La puissance cachée de Ye Ming avait atteint un niveau incroyable, capable de modifier la matière à l’échelle microscopique. Une pierre dans ses mains pouvait devenir boue, et la boue redevenir pierre. Faire fondre le corps d’un homme était un exploit d’une difficulté extrême.
« Frère Qiao, si tu ne parles pas, je devrai tester ta troisième jambe. » dit-il calmement, mais avec une menace glaciale.
Qiao Feiyang, en larmes, supplia : « Grand frère Ji, j’ai tort. Ce sont les hommes du Deuxième Prince qui m’ont soudoyé pour te piéger. »
Ye Ming fronça les sourcils : ce Deuxième Prince était vraiment rancunier, il cherchait à se venger dès le lendemain.
« Qui y a-t-il dans cette maison ? » demanda Ye Ming.
« Je ne sais pas, je t’ai juste amené ici. » répondit Qiao Feiyang, le visage sombre.
« Crack. »
Ye Ming claqua à nouveau ses doigts, et la tête de Qiao Feiyang fondit, le tuant sur le coup. Il ne montrait aucune pitié envers ceux qui tentaient de le trahir.

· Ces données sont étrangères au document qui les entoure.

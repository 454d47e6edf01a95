import type { CSSProperties, ReactNode } from "react";

interface NoticeProps {
  /** "limit" is for what failed or was refused; "plain" for what should be known. */
  tone: "limit" | "plain";
  children: ReactNode;
  style?: CSSProperties;
}

/** A sentence that must be seen where it stands: a bar at its left, no icon. */
export function Notice({ tone, children, style }: NoticeProps) {
  return (
    <div
      role={tone === "limit" ? "alert" : "status"}
      style={{
        borderLeft: `3px solid ${tone === "limit" ? "var(--limit)" : "var(--accent)"}`,
        background: tone === "limit" ? "var(--limit-wash)" : "var(--accent-wash)",
        padding: "7px 10px",
        overflowWrap: "anywhere",
        ...style,
      }}
    >
      {children}
    </div>
  );
}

Il contourna la porte, s’approcha du mur d’enceinte et posa la main dessus. Son Gang véritable s’infiltra dans toute la propriété à travers le mur. Grâce aux vibrations microscopiques du sol, il perçut clairement la situation à l’intérieur : trois personnes, deux Gourous Martiaux et un Dominateur Martial. Il semblait que le Deuxième Prince, conscient de sa puissance, avait envoyé un Dominateur Martial pour l’affronter.
« Ils me prennent vraiment au sérieux. Très bien, je vais jouer un peu avec eux. » dit Ye Ming calmement. Il libéra alors la lignée du vrai dragon scellée en lui, puis s’avança d’un grand pas vers la porte. Posant la paume de la main dessus, il brisa le verrou et entra fièrement.